瑞斯:“那那结婚可以呜!!”吗字还没说出口,浴室内就传来了痛苦的闷哼声。这回阿莫尔是想都没想就准备开门了,毕竟这般痛苦的哼叫是从来没从对方的嘴里听到过,就连以前受伤出血的时候也没有,刚才那一下果然是摔到哪里了吧?
正当阿莫尔推门而入的时候,门被从里面率先拉开了,只穿了件t恤的瑞斯就站在了门后面,二话没说地,瑞斯就抱了上来,身上以及头上的水就这么沾到了阿莫尔的身上。见她不太对劲的样子,阿莫尔也没有推开她。
阿莫尔:“瑞斯?”感受到抱上来的身子在微微地颤抖,阿莫尔是抚上了对方的后背,“是哪里痛吗?我给你拿个药吧?”别墅内是配备有药箱的。
过了好一会,阿莫尔都快站累了的时候,瑞斯是终于吱声了,
瑞斯:“太好了你还活着。”话落,瑞斯就像断了电般,整个人压倒在了阿莫尔的身上,好在地板铺了毛毯,不然这一摔得疼上好一会。
阿莫尔也没急着把瑞斯挪开,而是感受着身上的这份重量,一个人静静地看着天花板发起了呆来。
第二天早上,醒来后的瑞斯就发现自己躺在了床上,身上不仅没穿裤子,身边还躺着个阿莫尔,昨晚的事情她从在浴室里摔倒后就断片了。
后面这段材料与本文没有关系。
/**
 * The field along a straight line in the co-rotating frame, written once for all places where a line may
 * stand: r from the centre of the body that carries the anchor, m; inward acceleration g(r), and a
 * potential U with dU/dr = g. Everything about a line is computed on these alone.
 */

export type Field = {
	/** Radius of the anchor, m. */
	base: number;
	/** Balance radius, m: g is zero there (synchronous radius; L1 or L2 on a line from a moon). */
	balance: number;
	/** No line reaches this radius, m: the centre of the primary; Infinity on one body. */
	limit: number;
	/** Rate of rotation of the frame, rad/s. */
	omega: number;
	/** Inward acceleration, m/s². */
	g: (r: number) => number;
	/** U(b) − U(a), J/kg, with (b − a) factored out so that near radii lose no digits. */
	rise: (a: number, b: number) => number;
	/** Stiffness per unit mass along the line, k_x = dg/dr, 1/s². */
	along: (r: number) => number;
	/** The same transverse in the plane of rotation, k_y, 1/s². */
	inPlane: (r: number) => number;
	/** The same transverse out of the plane, k_z, 1/s². */
	outOfPlane: (r: number) => number;
};

/** One body: gravitational parameter m³/s², equatorial radius m, rate of rotation rad/s, J2. */
export type Spheroid = { gm: number; radius: number; rate: number; j2: number };

/**
 * An anchor on the equator of one body: g = GM/r² − ω²r, with J2 (equator) + (3/2) J2 GM R²/r⁴.
 * Left out: higher harmonics, other bodies, the air.
 */
export function bodyField({ gm, radius, rate, j2 }: Spheroid): Field {
	const omega2 = rate ** 2;
	const oblate = j2 * gm * radius ** 2;
	const g = (r: number) => gm / r ** 2 - omega2 * r + (1.5 * oblate) / r ** 4;
	return {
		base: radius,
		balance: balance(gm, omega2, oblate),
		limit: Infinity,
		omega: rate,
		g,
		rise: (a, b) =>
			(b - a) *
			(gm / (a * b) -
				(omega2 * (a + b)) / 2 +
				(0.5 * oblate * (a * a + a * b + b * b)) / (a * b) ** 3),
		along: (r) => (-2 * gm) / r ** 3 - omega2 - (6 * oblate) / r ** 5,
		inPlane: (r) => g(r) / r,
		outOfPlane: (r) => gm / r ** 3 + (4.5 * oblate) / r ** 5
	};
}

/** g(r) = 0: the cube root without J2, from there a few steps of Newton. */
function balance(gm: number, omega2: number, oblate: number): number {
	const r = Math.cbrt(gm / omega2);
	if (oblate === 0) return r;
	return newton(
		r,
		(r) => gm / r ** 2 - omega2 * r + (1.5 * oblate) / r ** 4,
		(r) => (-2 * gm) / r ** 3 - omega2 - (6 * oblate) / r ** 5
	);
}

function newton(start: number, f: (x: number) => number, slope: (x: number) => number): number {
	let x = start;
	for (let i = 0; i < 60; i += 1) {
		const step = f(x) / slope(x);
		x -= step;
		if (Math.abs(step) < Math.abs(x) * 1e-15) break;
	}
	return x;
}

export type MoonSystem = {
	/** Gravitational parameters of the moon and its primary, m³/s². */
	moonGm: number;
	primaryGm: number;
	/** Radius of the moon, m. */
	moonRadius: number;
	/** Between the centres, m. */
	distance: number;
};

/**
 * An anchor on a tidally locked moon on a circular orbit, the line towards the primary (near side) or
 * away from it (far side): s from the moon's centre, ω² = G(M₁ + M₂)/d³ from the distance. Left out: the
 * orbit's eccentricity and inclination, the bodies' oblateness, other bodies.
 */
export function moonField(system: MoonSystem, side: 'near' | 'far'): Field {
	const { moonGm, primaryGm, moonRadius, distance: d } = system;
	const towards = side === 'near' ? -1 : 1;
	const omega2 = (moonGm + primaryGm) / d ** 3;
	const barycentre = (d * primaryGm) / (moonGm + primaryGm);
	const fromPrimary = (s: number) => d + towards * s;
	const g = (s: number) =>
		moonGm / s ** 2 +
		(towards * primaryGm) / fromPrimary(s) ** 2 -
		towards * omega2 * (barycentre + towards * s);
	const along = (s: number) =>
		(-2 * moonGm) / s ** 3 - (2 * primaryGm) / fromPrimary(s) ** 3 - omega2;
	const outOfPlane = (s: number) => moonGm / s ** 3 + primaryGm / fromPrimary(s) ** 3;
	return {
		base: moonRadius,
		// Hill's radius is near L1 and L2 alike.
		balance: newton(d * Math.cbrt(moonGm / (3 * primaryGm)), g, along),
		limit: side === 'near' ? d : Infinity,
		omega: Math.sqrt(omega2),
		g,
		rise: (a, b) =>
			(b - a) *
			(moonGm / (a * b) +
				(towards * primaryGm) / (fromPrimary(a) * fromPrimary(b)) -
				(towards * omega2 * (2 * barycentre + towards * (a + b))) / 2),
		along,
		inPlane: (s) => outOfPlane(s) - omega2,
		outOfPlane
	};
}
“你从浴室里出来后,裤子都没穿就抱着我昏倒了。”阿莫尔如是说道。为此,这天的三餐都是瑞斯亲自下厨的,为的就是给昨晚耍流氓的事情赔罪。
这两天还算是玩得开心吧,体验过了在小型影院内打游戏的感觉,也体验了一把ktv任唱的快感。玩过后,就该是收拾心情,准备全国大赛的事情了。
从别墅区回去的路上,
瑞斯:“你们先走吧,我们一会跟上。”这里的我们包括了阿莫尔,阿莫尔有些不解地看向瑞斯。
瑞斯:“那个,阿莫尔啊,有个事情想和你商量”一件思考了很久的事情,终于还是决定说出口。
阿莫尔:“什么事?”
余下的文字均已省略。